Scientific Reports (Aug 2023)
Prediction of gestational diabetes mellitus in Asian women using machine learning algorithms
Abstract
Abstract This study developed a machine learning algorithm to predict gestational diabetes mellitus (GDM) using retrospective data from 34,387 pregnancies in multi-centers of South Korea. Variables were collected at baseline, E0 (until 10 weeks’ gestation), E1 (11–13 weeks’ gestation) and M1 (14–24 weeks’ gestation). The data set was randomly divided into training and test sets (7:3 ratio) to compare the performances of light gradient boosting machine (LGBM) and extreme gradient boosting (XGBoost) algorithms, with a full set of variables (original).
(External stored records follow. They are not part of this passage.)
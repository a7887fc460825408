import type { ReactNode } from 'react';
import { ScrollView, StyleSheet, View } from 'react-native';

import { t } from '@/shared/messages';
import { useWide } from '../theme/layout';
import { color, space } from '../theme/tokens';
import { Text } from './Text';

interface SplitPaneProps {
  list: ReactNode;
  /** Null: nothing is open. */
  detail: ReactNode | null;
  listLabel: string;
  detailLabel: string;
  /** Width of the list in pixels. Default 400. */
  listWidth?: number;
  /** On a phone: which one shows. Default: the detail when there is one. */
  phoneShows?: 'list' | 'detail';
}

/** List at the left and what is open at the right, each scrolling by itself; on a phone one of them. Use in a Screen with `scroll={false}`. */
export function SplitPane({ list, detail, listLabel, detailLabel, listWidth = 400, phoneShows }: SplitPaneProps) {
  const wide = useWide();
  if (!wide) {
    const showDetail = (phoneShows ?? (detail ? 'detail' : 'list')) === 'detail';
    return <ScrollView style={styles.fill}>{showDetail ? detail : list}</ScrollView>;
  }
  return (
    <View style={styles.both}>
      <ScrollView role="region" aria-label={listLabel} style={[styles.list, { width: listWidth }]}>
        {list}
      </ScrollView>
      <ScrollView role="region" aria-label={detailLabel} style={styles.fill} contentContainerStyle={styles.detail}>
        {detail ?? <Text tone="quiet">{t('ui.nothingOpen')}</Text>}
      </ScrollView>
    </View>
  );
}

const styles = StyleSheet.create({
  fill: { flex: 1 },
  both: { flex: 1, flexDirection: 'row', minHeight: 0 },
  list: { flexGrow: 0, flexShrink: 0, borderRightWidth: 1, borderRightColor: color.rail },
  detail: { padding: space.l, paddingBottom: space.xxl },
});
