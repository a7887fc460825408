import { useId, type ReactNode } from 'react';

import { FieldError } from './FieldFrame';
import type { Choice } from './Select';
import { Text } from './Text';

export interface ChoiceProps<T extends string> {
  label: string;
  value: T | '';
  onChange: (value: T) => void;
  options: readonly Choice<T>[];
  hint?: string | undefined;
  error?: string | undefined;
  disabled?: boolean;
  /** Keeps the label for screen readers only. */
  hideLabel?: boolean;
}

interface FrameProps {
  id: string;
  label: string;
  hint?: string | undefined;
  error?: string | undefined;
  hideLabel?: boolean | undefined;
  children: ReactNode;
}

/** A set of choices under one label; without one checked, the group itself bears the error. */
function ChoiceFrame({ id, label, hint, error, hideLabel, children }: FrameProps) {
  const described = [hint ? `${id}h` : '', error ? `${id}e` : ''].filter(Boolean).join(' ');
  return (
    <fieldset
      {...(described ? { 'aria-describedby': described } : {})}
      style={{ border: 0, margin: 0, padding: 0, minWidth: 0 }}
    >
      <legend style={{ padding: 0, marginBottom: 4 }} className={hideLabel ? 'hidden-words' : ''}>
        <Text strong>{label}</Text>
      </legend>
      {hint ? (
        <Text variant="small" tone="quiet" nativeID={`${id}h`}>
          {hint}
        </Text>
      ) : null}
      {children}
      {error ? <FieldError id={`${id}e`} message={error} /> : null}
    </fieldset>
  );
}

/** One of a few, each on its own line with room for a hint. Arrow keys move the choice. */
export function RadioGroup<T extends string>(props: ChoiceProps<T>) {
  const { value, onChange, options, disabled } = props;
  const id = useId();
  return (
    <ChoiceFrame id={id} label={props.label} hint={props.hint} error={props.error} hideLabel={props.hideLabel}>
      {options.map((option) => (
        <label className="choice" key={option.value}>
          <input
            type="radio"
            name={id}
            checked={option.value === value}
            disabled={disabled || option.disabled}
            onChange={() => onChange(option.value)}
          />
          <span style={{ padding: '6px 0' }}>
            <Text>{option.label}</Text>
            {option.hint ? (
              <Text variant="small" tone="quiet" style={{ display: 'flex' }}>
                {option.hint}
              </Text>
            ) : null}
          </span>
        </label>
      ))}
    </ChoiceFrame>
  );
}

/** One of two to five short words side by side. The same keys as RadioGroup. */
export function Segmented<T extends string>(props: ChoiceProps<T>) {
  const { value, onChange, options, disabled } = props;
  const id = useId();
  return (
    <ChoiceFrame id={id} label={props.label} hint={props.hint} error={props.error} hideLabel={props.hideLabel}>
      <div className="segments">
        {options.map((option) => (
          <label key={option.value} data-chosen={option.value === value}>
            <input
              type="radio"
              name={id}
              checked={option.value === value}
              disabled={disabled || option.disabled}
              onChange={() => onChange(option.value)}
            />
            <Text strong style={{ color: 'inherit' }}>
              {option.label}
            </Text>
          </label>
        ))}
      </div>
    </ChoiceFrame>
  );
}
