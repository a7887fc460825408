import { useEffect, useState } from 'react';

import { t } from '@/shared/messages';
import { duration } from '@/shared/when';
import { Text, type TextProps } from './Text';

/** The time now in epoch milliseconds, asked anew every `ms`, and at once when the page comes back into view. */
export function useNow(ms = 30_000): number {
  const [now, setNow] = useState(() => Date.now());
  useEffect(() => {
    const look = () => setNow(Date.now());
    const timer = setInterval(look, ms);
    document.addEventListener('visibilitychange', look);
    return () => {
      clearInterval(timer);
      document.removeEventListener('visibilitychange', look);
    };
  }, [ms]);
  return now;
}

/** `in 1 h 05`, `now`, or `20 min ago`. Both in epoch milliseconds. */
export function leftWords(until: number, now: number): string {
  const minutes = Math.round((until - now) / 60_000);
  if (minutes === 0) return t('ui.now');
  return minutes > 0 ? t('ui.in', { time: duration(minutes) }) : t('ui.ago', { time: duration(-minutes) });
}

/** Time to an instant, going down by itself. */
export const TimeLeft = ({ until, ...text }: { until: number } & Omit<TextProps, 'children'>) => (
  <Text {...text}>{leftWords(until, useNow())}</Text>
);
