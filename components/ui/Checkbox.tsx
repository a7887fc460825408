import { useId } from 'react';
import { View } from 'react-native';

import { FieldError } from './FieldFrame';
import { Text } from './Text';

interface CheckboxProps {
  label: string;
  checked: boolean;
  onChange: (checked: boolean) => void;
  hint?: string | undefined;
  error?: string | undefined;
  disabled?: boolean;
  /** Keeps the label for screen readers only, as in the cells of a table. */
  bare?: boolean;
}

/** Yes or no. Space and Enter both change it. */
export function Checkbox({ label, checked, onChange, hint, error, disabled = false, bare = false }: CheckboxProps) {
  const id = useId();
  const described = [hint ? `${id}h` : '', error ? `${id}e` : ''].filter(Boolean).join(' ');
  return (
    <View>
      <label className="choice">
        <input
          type="checkbox"
          checked={checked}
          disabled={disabled}
          {...(described ? { 'aria-describedby': described } : {})}
          {...(error ? { 'aria-invalid': true } : {})}
          onChange={(event) => onChange(event.target.checked)}
          onKeyDown={(event) => {
            if (event.key !== 'Enter') return;
            event.preventDefault();
            onChange(!checked);
          }}
        />
        {bare ? <span className="hidden-words">{label}</span> : <Text style={{ flexShrink: 1 }}>{label}</Text>}
      </label>
      {hint ? (
        <Text variant="small" tone="quiet" nativeID={`${id}h`} style={{ paddingLeft: 38 }}>
          {hint}
        </Text>
      ) : null}
      {error ? <FieldError id={`${id}e`} message={error} /> : null}
    </View>
  );
}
A prediction model with the whole cohort achieved area under the receiver operating characteristics curve (AUC) and area under the precision-recall curve (AUPR) values of 0.711 and 0.246 at baseline, 0.720 and 0.256 at E0, 0.721 and 0.262 at E1, and 0.804 and 0.442 at M1, respectively. Then comparison of three models with different variable sets were performed: [a] variables from clinical guidelines; [b] selected variables from Shapley additive explanations (SHAP) values; and [c] Boruta algorithms. Based on model [c] with the least variables and similar or better performance than the other models, simple questionnaires were developed. The combined use of maternal factors and laboratory data could effectively predict individual risk of GDM using a machine learning model.